PROBLEM TO SOLVE - Search the records below for the word "renderApiDocument" and show every line where it occurs.

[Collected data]
===
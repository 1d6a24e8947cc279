import { type INestApplication } from '@nestjs/common';
import { DocumentBuilder, type OpenAPIObject, SwaggerModule } from '@nestjs/swagger';
import { Problem, ProblemField } from './common/dto/problem.js';

type Operation = NonNullable<OpenAPIObject['paths'][string]['get']>;

/** The contract between server and screens. Every operation may also answer with a refusal. */
export function apiDocument(app: INestApplication): OpenAPIObject {
  const config = new DocumentBuilder()
    .setTitle('Stageyard')
    .setVersion('1')
    .setDescription(
      'Multi-stage gearboxes: parts, briefs, option searches, trains and their bills of materials.',
    )
    .build();
  const document = SwaggerModule.createDocument(app, config, {
    extraModels: [Problem, ProblemField],
    operationIdFactory: (controller, method) => `${controller.replace(/Controller$/, '')}_${method}`,
  });
  for (const path of Object.values(document.paths)) {
    for (const operation of Object.values(path) as Operation[]) {
      operation.responses.default ??= {
        description: 'A refusal.',
        content: { 'application/json': { schema: { $ref: '#/components/schemas/Problem' } } },
      };
    }
  }
  return document;
}
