import 'reflect-metadata';
import { writeFileSync } from 'node:fs';
import { NestFactory } from '@nestjs/core';
import { FastifyAdapter, type NestFastifyApplication } from '@nestjs/platform-fastify';
import { AppModule } from './app.module.js';
import { apiDocument } from './openapi-document.js';
import { loadSettings } from './settings/settings.js';

/** The OpenAPI document as text, made without a database or a port. */
export async function renderApiDocument(): Promise<string> {
  const app = await NestFactory.create<NestFastifyApplication>(
    AppModule.with(loadSettings({})),
    new FastifyAdapter(),
    { preview: true, logger: false, abortOnError: false },
  );
  app.setGlobalPrefix('api');
  const text = `${JSON.stringify(apiDocument(app), null, 2)}\n`;
  await app.close();
  return text;
}

const [, script, target] = process.argv;
if (script === import.meta.filename) writeFileSync(target ?? 'openapi.json', await renderApiDocument());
===
EXERCISE OUTPUT -
export async function renderApiDocument(): Promise<string> {
if (script === import.meta.filename) writeFileSync(target ?? 'openapi.json', await renderApiDocument());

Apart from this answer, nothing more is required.